Mauro Rostagno fu ucciso per ordine della mafia: il giornalista e sociologo dava «fastidio» ai boss con la sua attività di denuncia. È questa la conclusione alla quale sono giunti, dopo 21 anni di indagini in coincidenza con l’anniversario della strage di Capaci, i magistrati della Dda di Palermo, Antonio Ingroia e Gaetano Paci. I pm hanno chiesto e ottenuto dal gip Maria Pino l’emissione di due ordini di custodia cautelare nei confronti del boss trapanese Vincenzo Virga, indicato come il mandante, e di Vito Mazzara, accusato di essere l’esecutore materiale, entrambi già detenuti. Le indagini sull’agguato a Rostagno, assassinato il 26 settembre 1988 nei pressi della comunità terapeutica «Saman» dove lavorava, sono state contrassegnate da ipotesi spesso contrastanti, tanto che per due volte i pm avevano chiesto l’archiviazione dell’inchiesta, respinta dal gip. A dare un impulso decisivo alle indagini, indirizzandole definitivamente sulla pista mafiosa, sono stati alcuni accertamenti balistici. Tre bossoli e tre cartucce inesplose calibro 12 trovate sul luogo dell’agguato sono stati sottoposti ad analisi comparative con le munizioni utilizzate per altri omicidi avvenuti in provincia di Trapani con le stesse modalità.

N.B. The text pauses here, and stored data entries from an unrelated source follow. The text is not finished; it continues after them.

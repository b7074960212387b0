package pairing

import (
	"context"
	"errors"
	"fmt"
	"math"
	"math/cmplx"

	"gonum.org/v1/gonum/mat"
)

// Exact returns the exact ground-state energy of the attractive model (G ≥ 0,
// d > 0) from the equations of Richardson, Phys. Lett. 3, 277 (1963) (also
// Richardson & Sherman, Nucl. Phys. 52, 221 (1964)) for the energies E_α of N pairs,
//
//	1/G = Σ_i 1/(2ε_i − E_α) − 2 Σ_{β≠α} 1/(E_β − E_α),   E = Σ_α E_α.
//
// At critical couplings pairs of E_α meet on a level and turn complex; there, and
// near them, the equations are singular, though E(G) is analytic. So they are
// followed from weak coupling through the complex plane, at Im G = ρ, and
//
//	E(G) = (1/K) Σ_k E(G + ρ e^{iθ_k}),   θ_k = (k + ½) 2π/K,
//
// Cauchy's formula by the trapezoidal rule, never meets the real axis. The radius ρ
// must be below the distance to the exceptional points of E(G): it is halved until
// two radii, on paths of their own, agree to 1e-12 of the largest term in E. Costs
// some hundred solutions of N complex linear equations: 60 levels take a second,
// 100 some ten.
func (m Model) Exact(ctx context.Context) (float64, error) {
	if err := m.Validate(); err != nil {
		return 0, err
	}
	if !(m.Spacing > 0) || m.Coupling < 0 {
		return 0, fmt.Errorf("spacing %v and coupling %v, expected distinct levels and attraction", m.Spacing, m.Coupling)
	}
	n, g := float64(m.Pairs), m.Coupling/m.Spacing
	centre := n * float64(m.Levels+1) // levels are counted from their mean
	if g == 0 {
		return m.Spacing * n * (n + 1), nil
	}
	scale := max(1, centre, g*n*float64(m.Levels-m.Pairs+1))
	previous, last := math.NaN(), error(nil)
	for radius := 0.2; radius > 0.005; radius /= 2 {
		e, err := newPairs(m).circle(ctx, g, radius)
		if ctx.Err() != nil {
			return 0, ctx.Err()
		}
		if err != nil {
			last = err
			continue
		}
		if math.Abs(e-previous) < 1e-12*scale {
			return m.Spacing * (centre + e), nil
		}
		last = fmt.Errorf("radii %g and %g of the coupling differ by %.3g", 2*radius, radius, math.Abs(e-previous))
		previous = e
	}
	return 0, fmt.Errorf("equations of the pairing model at coupling %g of the spacing: %w", g, last)
}

// pairs holds the state of the equations in units of the spacing.
type pairs struct {
	level  []complex128 // 2ε_i/d from their mean
	energy []complex128 // E_α
	g      complex128

	equation []complex128 // F_α = 1 − G S_α
	jacobian *mat.Dense   // ∂F_α/∂E_β as 2×2 real blocks
	lu       mat.LU
	step     []complex128
	tangent  []complex128 // dE_α/dG
	distance []float64    // from E_α to the nearest level or other pair
}

func newPairs(m Model) *pairs {
	p := &pairs{level: make([]complex128, m.Levels), jacobian: mat.NewDense(2*m.Pairs, 2*m.Pairs, nil)}
	for i := range p.level {
		p.level[i] = complex(float64(2*(i+1)-(m.Levels+1)), 0)
	}
	for _, v := range []*[]complex128{&p.energy, &p.equation, &p.step, &p.tangent} {
		*v = make([]complex128, m.Pairs)
	}
	p.distance = make([]float64, m.Pairs)
	return p
}

var errPath = errors.New("the path cannot be followed")

// circle returns E(G) less the centre of the levels, from a path and a circle of
// the given radius.
func (p *pairs) circle(ctx context.Context, g, radius float64) (float64, error) {
	// At weak coupling E_α = 2ε_α − G + O(G²).
	p.g = complex(0, min(radius, 0.01))
	for a := range p.energy {
		p.energy[a] = p.level[a] - p.g
	}
	if !p.correct() {
		return 0, errPath
	}
	top := complex(g, radius)
	for _, corner := range []complex128{complex(0, radius), top} {
		if err := p.follow(ctx, corner); err != nil {
			return 0, err
		}
	}
	// E(G*) = E(G)*: the upper half of the circle is enough. Go down both of its
	// quarters from the top.
	const points = 32
	start := append([]complex128(nil), p.energy...)
	sum := 0.0
	for _, side := range []float64{1, -1} {
		copy(p.energy, start)
		p.g = top
		for k := range points / 4 {
			angle := math.Pi/2 - side*(float64(k)+0.5)*2*math.Pi/points
			if err := p.follow(ctx, complex(g, 0)+cmplx.Rect(radius, angle)); err != nil {
				return 0, err
			}
			for _, e := range p.energy {
				sum += real(e)
			}
		}
	}
	return sum / (points / 2), nil
}

// evaluate fills the equations, their derivatives and the distances.
func (p *pairs) evaluate() {
	g := p.g
	for a, e := range p.energy {
		sum, own, nearest := complex128(0), complex128(0), math.Inf(1)
		for _, x := range p.level {
			r := 1 / (x - e)
			sum += r
			own -= r * r
			nearest = min(nearest, cmplx.Abs(x-e))
		}
		for b, other := range p.energy {
			if b == a {
				continue
			}
			r := 1 / (other - e)
			sum -= 2 * r
			own += 2 * r * r
			nearest = min(nearest, cmplx.Abs(other-e))
			p.set(a, b, -2*g*r*r)
		}
		p.set(a, a, g*own)
		p.equation[a], p.distance[a] = 1-g*sum, nearest
	}
	p.lu.Factorize(p.jacobian)
}

func (p *pairs) set(a, b int, v complex128) {
	p.jacobian.Set(2*a, 2*b, real(v))
	p.jacobian.Set(2*a, 2*b+1, -imag(v))
	p.jacobian.Set(2*a+1, 2*b, imag(v))
	p.jacobian.Set(2*a+1, 2*b+1, real(v))
}

// solve writes J⁻¹ right into out.
func (p *pairs) solve(out, right []complex128) bool {
	v := mat.NewVecDense(2*len(right), nil)
	for a, x := range right {
		v.SetVec(2*a, real(x))
		v.SetVec(2*a+1, imag(x))
	}
	if err := p.lu.SolveVecTo(v, false, v); err != nil {
		if condition := mat.Condition(0); !errors.As(err, &condition) || math.IsInf(float64(condition), 1) {
			return false
		}
	}
	for a := range out {
		out[a] = complex(v.AtVec(2*a), v.AtVec(2*a+1))
	}
	return true
}

// correct solves the equations by Newton's method. It reports failure, with the
// energies spoiled, where a step is not small against the distances.
func (p *pairs) correct() bool {
	for range 8 {
		p.evaluate()
		if !p.solve(p.step, p.equation) {
			return false
		}
		largest := 0.0
		for a, s := range p.step {
			largest = max(largest, cmplx.Abs(s)/p.distance[a])
			p.energy[a] -= s
		}
		switch {
		case !(largest < 0.3):
			return false
		case largest < 1e-9: // squares to less than rounding
			return true
		}
	}
	return false
}

// follow leads the energies to the coupling `to` on a straight line, by tangents
// and corrections. No step moves an energy by more than a fifth of its distance.
func (p *pairs) follow(ctx context.Context, to complex128) error {
	from := append([]complex128(nil), p.energy...)
	right := make([]complex128, len(p.energy))
	length := cmplx.Abs(to - p.g)
	for steps := 0; p.g != to; steps++ {
		if steps == 10000 || ctx.Err() != nil {
			return errPath
		}
		p.evaluate()
		for a, f := range p.equation {
			right[a] = (1 - f) / p.g // −∂F/∂G = S
		}
		if !p.solve(p.tangent, right) {
			return errPath
		}
		for a, t := range p.tangent {
			length = min(length, 0.2*p.distance[a]/cmplx.Abs(t))
		}
		copy(from, p.energy)
		for at := p.g; ; length /= 2 {
			if length < 1e-8 {
				return errPath
			}
			move := to - at
			if cmplx.Abs(move) > length {
				move *= complex(length/cmplx.Abs(move), 0)
				p.g = at + move
			} else {
				p.g = to
			}
			for a := range p.energy {
				p.energy[a] = from[a] + move*p.tangent[a]
			}
			if p.correct() {
				break
			}
		}
		length *= 2
	}
	return nil
}
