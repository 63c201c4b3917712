import type { ReactNode } from 'react';
import { classes } from './classes.ts';

export type NoticeKind = 'note' | 'pass' | 'caution' | 'fail';

const LOOK: Record<NoticeKind, { border: string; word: string }> = {
  note: { border: 'border-quiet', word: 'text-quiet' },
  pass: { border: 'border-pass', word: 'text-pass' },
  caution: { border: 'border-thin', word: 'text-thin' },
  fail: { border: 'border-fail', word: 'text-fail' },
};

interface Props {
  kind: NoticeKind;
  /** The word that carries the kind: "Caution", "Refused", "Saved". Never colour alone. */
  word: string;
  children?: ReactNode;
  /** Said aloud when it appears: assertively for failures, politely otherwise. */
  live?: boolean;
  action?: ReactNode;
  className?: string;
}

export function Notice({ kind, word, children, live, action, className }: Props) {
  const role = live ? (kind === 'fail' ? 'alert' : 'status') : undefined;
  return (
    <div role={role} className={classes('border border-l-4 bg-sheet px-3 py-2', LOOK[kind].border, className)}>
      <span className={classes('font-semibold', LOOK[kind].word)}>{word}.</span> {children}
      {action && <div className="mt-2">{action}</div>}
    </div>
  );
}
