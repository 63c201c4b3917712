import { type ReactNode, startTransition, useEffect, useState } from 'react';

interface Props {
  /** How many parts before this one are mounted first. */
  turn: number;
  /** Height to keep free until then, so that nothing jumps. */
  className?: string;
  children: ReactNode;
}

/** Mounts a part in a task of its own, after those before it have been painted: several drawings that each take a few
 *  milliseconds would otherwise add up to one long task in which the page answers nothing. */
export function InTurn({ turn, className, children }: Props) {
  const [waiting, setWaiting] = useState(turn);
  useEffect(() => {
    if (waiting === 0) return;
    const frame = requestAnimationFrame(() => {
      // A task after this frame's paint.
      timer = setTimeout(() => startTransition(() => setWaiting(waiting - 1)));
    });
    let timer: ReturnType<typeof setTimeout> | undefined;
    return () => {
      cancelAnimationFrame(frame);
      clearTimeout(timer);
    };
  }, [waiting]);
  return waiting === 0 ? children : <div className={className} aria-hidden="true" />;
}
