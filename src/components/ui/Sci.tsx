import { MINUS, scientificParts } from './numbers.ts';

interface Props {
  value: number;
  /** Significant digits. */
  digits?: number;
  /** Written before the number, as in "< 3.0 × 10⁻⁶" for a point without an error. */
  prefix?: '<' | '≤' | '≥' | '≈';
  unit?: string;
}

/** A number as an engineer writes it: 7.4 × 10⁻⁴, a real minus sign, an exponent that is raised. */
export function Sci({ value, digits = 3, prefix, unit }: Props) {
  const { mantissa, exponent } = scientificParts(value, digits);
  return (
    <span className="whitespace-nowrap font-mono">
      {prefix && `${prefix}\u202f`}
      {mantissa}
      {exponent !== null && (
        <>
          {'\u202f×\u202f10'}
          <sup>{String(exponent).replace('-', MINUS)}</sup>
        </>
      )}
      {unit && `\u202f${unit}`}
    </span>
  );
}
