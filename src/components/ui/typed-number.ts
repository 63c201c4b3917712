/** Reads a number as people write it: 1e-15, 10^-15, 1.5 × 10⁻⁹, 16 513, 0,05 is refused, a real minus sign is fine.
 *  Empty text is undefined; text that is no number is NaN, for a schema to refuse. */
export function typedNumber(text: string): number | undefined {
  const plain = text
    .replace(/10(?=[⁻⁺⁰¹²³⁴-⁹])/g, '10^')
    .normalize('NFKC')
    .replace(/[\s\u2009\u202f_]/g, '')
    .replace(/\u2212|\u2013/g, '-')
    .replace(/[×*·]10\^?/, 'e')
    .replace(/^([+-]?)10\^/, '$11e');
  if (plain === '') return undefined;
  return /^[+-]?(\d+\.?\d*|\.\d+)(e[+-]?\d+)?$/i.test(plain) ? Number(plain) : Number.NaN;
}
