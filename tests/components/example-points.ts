import type { Point } from '@/api/runs.ts';
import type { DecoderSpec } from '@/core/decoders/decoder-spec.ts';

interface ExampleOptions {
  id?: string;
  runId?: string;
  codeId?: string;
  p?: number;
  n?: number;
  k?: number;
  decoder?: DecoderSpec;
  frames?: number;
  frameErrors?: number;
  done?: boolean;
}

/** A point with a tally of plausible shape for showing; its intervals are rough, as only their order matters here. */
export function examplePoint(options: ExampleOptions): Point {
  const { p = 0.02, n = 273, k = 191, frames = 10_000, frameErrors = 500 } = options;
  const bitErrors = frameErrors * 20;
  const bits = frames * n;
  const spread = 2.6 * Math.sqrt(Math.max(frameErrors, 1));
  const limits = (errors: number, trials: number, scale: number) => ({
    lower: errors === 0 ? 0 : Math.max((errors - spread * scale) / trials, errors / trials / 50),
    upper: trials === 0 ? 1 : Math.min(1, errors === 0 ? 4.6 / trials : (errors + (spread + 1) * scale) / trials),
  });
  return {
    id: options.id ?? `point-${p}`,
    runId: options.runId ?? 'run-1',
    codeId: options.codeId ?? 'code-1',
    codeLabel: `(${n},${k}) projective plane, q = 16`,
    n,
    k,
    channel: { kind: 'bsc', p },
    decoder: options.decoder ?? { kind: 'gallager-b', iterations: 20 },
    tally: {
      frames,
      frameErrors,
      bitErrors,
      bitErrorsSquared: frameErrors * 400,
      undetected: Math.floor(frameErrors / 100),
      iterations: frames * 2,
      bits,
      iterationHistogram: frames === 0 ? [] : [0, 0, frames],
    },
    nextIndex: 1,
    extra: [],
    stopReason: null,
    stopped: null,
    recomputed: 0,
    setAside: 0,
    plan: null,
    done: options.done ?? false,
    fer: frames === 0 ? 0 : frameErrors / frames,
    ber: bits === 0 ? 0 : bitErrors / bits,
    interval: limits(frameErrors, frames, 1),
    berInterval: limits(bitErrors, bits, 20),
    level: 0.99,
  };
}
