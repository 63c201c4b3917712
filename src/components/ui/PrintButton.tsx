import { Button } from './Button.tsx';

/** Opens the browser's own dialogue, which also makes a PDF. */
export default function PrintButton({ label = 'Print' }: { label?: string }) {
  return <Button onClick={() => window.print()}>{label}</Button>;
}
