/** happy-dom lays nothing out: elements get a size here, so that lists which draw only what is in view draw something.
 *  Returns what takes it back. */
export function giveElementsSize(widthPx: number, heightPx: number): () => void {
  const undo = [give('clientWidth', widthPx), give('clientHeight', heightPx)];
  return () => {
    for (const take of undo) take();
  };
}

function give(name: 'clientWidth' | 'clientHeight', valuePx: number): () => void {
  let holder: object = document.createElement('div');
  while (!Object.hasOwn(holder, name)) holder = Object.getPrototypeOf(holder);
  const before = Object.getOwnPropertyDescriptor(holder, name)!;
  Object.defineProperty(holder, name, { configurable: true, get: () => valuePx });
  return () => Object.defineProperty(holder, name, before);
}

Dal confronto balistico sono scaturiti ulteriori elementi che hanno permesso l’individuazione di «impronte da cameramento», identiche per forma e dimensione. Mauro Rostagno, secondo gli inquirenti, sarebbe stato ucciso per l’attività giornalistica di denuncia che svolgeva presso l’emittente televisiva Rtc. «Muovendo forti ed esplicite accuse nei confronti di esponenti di Cosa Nostra e richiamando in termini di speciale vigore l’attenzione dell’opinione pubblica - affermano gli inquirenti - Rostagno aveva toccato diversi uomini d’onore e generato un risentimento diffuso nell’ambito del contesto criminale in argomento».